Task objective: Exactly the lines from the first line of the listing through the line containing "raised above it." should appear in the output, unchanged.

Dataset extract:

========

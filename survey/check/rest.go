package check

import (
	"fmt"

	"tapround/survey"
	"tapround/survey/unit"
)

// aboveRest says where a head read while water flows stands above the no-flow head of
// the same tap, allowing for the reservoirs' levels. Without a pump that cannot be: a
// head can be no higher than the highest reservoir that feeds it. Rounds with a pump, an
// inflow or an unstated level in that part of the system are left out.
func aboveRest(v *view) []survey.Alert {
	var out []survey.Alert
	for _, t := range v.s.Taps {
		for _, r := range v.rounds {
			feed, ok := v.feed(r, t)
			if !ok {
				continue
			}
			for _, h := range r.heads {
				if h.Tap != t.Name || !isHead(h) {
					continue
				}
				if a, ok := v.aboveOwnRest(r, h, feed); ok {
					out = append(out, a)
				}
			}
		}
	}
	return out
}

// feed gives the highest stated level of the reservoirs that can feed a tap in a round
// in which water flows there; ok is false where the tap is at rest or could be raised above it.
func (v *view) feed(r round, t survey.Tap) (survey.Condition, bool) {
	if _, still := r.still.open(t); still {
		return survey.Condition{}, false
	}
	p := cutUp(v.s, shutCuts(v.s, r.force))
	for _, m := range v.s.Machines {
		if !r.force.Stopped[m.Name] {
			p.join(p.points[m.From], p.points[m.To])
		}
	}
	part := p.of(t)
	for _, m := range v.s.Machines {
		if m.Kind == survey.Pump && !r.force.Stopped[m.Name] && p.at(m.From) == part {
			return survey.Condition{}, false
		}
	}
	var highest survey.Condition
	for _, x := range v.s.Points {
		if p.at(x.Name) != part {
			continue
		}
		for _, d := range r.force.DrawOffs[x.Name] {
			if !d.Value.OK || d.Value.V < 0 {
				return survey.Condition{}, false
			}
		}
		if x.Kind != survey.Reservoir {
			continue
		}
		l, ok := r.force.Levels[x.Name]
		if !ok || !l.Value.OK {
			return survey.Condition{}, false
		}
		if !highest.Value.OK || l.Value.V > highest.Value.V {
			highest = l
		}
	}
	return highest, highest.Value.OK
}

// aboveOwnRest compares a flowing head with the no-flow head of the same tap: of
// several no-flow readings the one it stands furthest above, in standard uncertainties.
func (v *view) aboveOwnRest(r round, h survey.Head, feed survey.Condition) (survey.Alert, bool) {
	var a survey.Alert
	worst := v.limits.apart.value
	for _, q := range v.rounds {
		reservoir, still := q.still.open(v.taps[h.Tap])
		level, stated := q.force.Levels[reservoir]
		if !still || !stated || !level.Value.OK {
			continue
		}
		for _, rest := range q.heads {
			if rest.Tap != h.Tap || !isHead(rest) || rest.Quantity != h.Quantity {
				continue
			}
			d, u := differ(h, rest)
			if feed.Source != level.Source {
				d -= feed.Value.V - level.Value.V
				u = rss(u, feed.SD.Or(0), level.SD.Or(0))
			}
			if d <= worst*u {
				continue
			}
			worst = d / u
			a = survey.Alert{Rule: "flowing head above the no-flow head", Subject: h.Tap,
				Statement: fmt.Sprintf("%s shows more head in round %s, with water flowing, than in round %s with none.", h.Tap, r.Name, q.Name),
				Evidence: fmt.Sprintf("%.2f m against %.2f m; more by %s once the reservoir's level is allowed for, %.1f times its standard uncertainty",
					h.Value, rest.Value, unit.Metre.Format(d, u), d/u),
				Limit: v.limits.apart.String(), Stay: d > v.limits.stay.value*u,
				Action:  fmt.Sprintf("Read %s again; check that the tap is the right one, and that no pump, regulator or second feed was acting.", h.Tap),
				Sources: append(h.Sources(), rest.Sources()...)}
		}
	}
	return a, worst > v.limits.apart.value
}
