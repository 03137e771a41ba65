package say

import (
	"sort"
	"strings"

	"tapround/report"
	"tapround/survey"
)

// Split parts findings into those to act on, hints, and items that could not be
// seen, each in their order.
func Split(fs []survey.Finding) (found, hints, unseen []survey.Finding) {
	for _, f := range fs {
		switch {
		case f.Kind == survey.NotCovered:
			unseen = append(unseen, f)
		case f.Grade == survey.Hint:
			hints = append(hints, f)
		default:
			found = append(found, f)
		}
	}
	return found, hints, unseen
}

// effort orders what to do by what it customarily takes (judgement): a reading, a
// valve, a bench check, a look, a machine test, an excavation.
func effort(f survey.Finding) int {
	switch {
	case f.Settle != "":
		return 0
	case f.Kind == survey.UnitSuspect:
		return 1
	case f.Kind == survey.LevelWrong, f.Kind == survey.GaugeOff:
		return 2
	case f.Kind == survey.PartClosedValve:
		return 3
	case f.Kind == survey.UnrecordedFlow, f.Kind == survey.BelowAtmosphere:
		return 4
	case f.Kind == survey.BlockedFitting, f.Kind == survey.MachineOffCurve:
		return 5
	}
	return 6
}

// Step is one thing to do, for the finding it answers.
type Step struct {
	Finding string
	Text    string
}

// Steps lists what to do, the customarily cheapest first: a finding that a reading
// would settle asks for that reading before its advice.
func Steps(found []survey.Finding) []Step {
	order := append([]survey.Finding(nil), found...)
	sort.SliceStable(order, func(i, j int) bool { return effort(order[i]) < effort(order[j]) })
	var out []Step
	for _, f := range order {
		if f.Settle != "" {
			out = append(out, Step{f.ID, Clean(f.Settle)})
		} else if f.Advice != "" {
			out = append(out, Step{f.ID, Clean(f.Advice)})
		}
	}
	return out
}

// sureLoss is how probable it must be that a stretch loses more than sound works
// before it is listed as one that does.
const sureLoss = 0.95

// Worst picks, of the stretches that surely lose more than sound works, each in the
// round with its greatest excess, the n greatest in order; rest is how many other
// stretches there are.
func Worst(rows []report.LossRow, n int) (worst []report.LossRow, rest int) {
	place := map[[2]string]int{}
	all := map[[2]string]bool{}
	for _, l := range rows {
		k := [2]string{l.FromTap, l.ToTap}
		all[k] = true
		if !l.Excess.OK || l.Excess.V <= 0 || (l.Probability.OK && l.Probability.V < sureLoss) {
			continue
		}
		i, seen := place[k]
		switch {
		case !seen:
			place[k] = len(worst)
			worst = append(worst, l)
		case l.Excess.V > worst[i].Excess.V:
			worst[i] = l
		}
	}
	rest = len(all) - len(worst)
	sort.SliceStable(worst, func(i, j int) bool { return worst[i].Excess.V > worst[j].Excess.V })
	return worst[:min(n, len(worst))], rest
}

// Cautions gives them in their order, but what defers to local codes last, where it
// holds for all of them.
func Cautions(cs []string) []string {
	var out, last []string
	for _, c := range cs {
		if strings.HasPrefix(c, "Local codes") {
			last = append(last, Clean(c))
		} else {
			out = append(out, Clean(c))
		}
	}
	return append(out, last...)
}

========

The answer:
filename survey/check/rest.go
package check

import (
	"fmt"

	"tapround/survey"
	"tapround/survey/unit"
)

// aboveRest says where a head read while water flows stands above the no-flow head of
// the same tap, allowing for the reservoirs' levels. Without a pump that cannot be: a
// head can be no higher than the highest reservoir that feeds it. Rounds with a pump, an
// inflow or an unstated level in that part of the system are left out.
func aboveRest(v *view) []survey.Alert {
	var out []survey.Alert
	for _, t := range v.s.Taps {
		for _, r := range v.rounds {
			feed, ok := v.feed(r, t)
			if !ok {
				continue
			}
			for _, h := range r.heads {
				if h.Tap != t.Name || !isHead(h) {
					continue
				}
				if a, ok := v.aboveOwnRest(r, h, feed); ok {
					out = append(out, a)
				}
			}
		}
	}
	return out
}

// feed gives the highest stated level of the reservoirs that can feed a tap in a round
// in which water flows there; ok is false where the tap is at rest or could be raised above it.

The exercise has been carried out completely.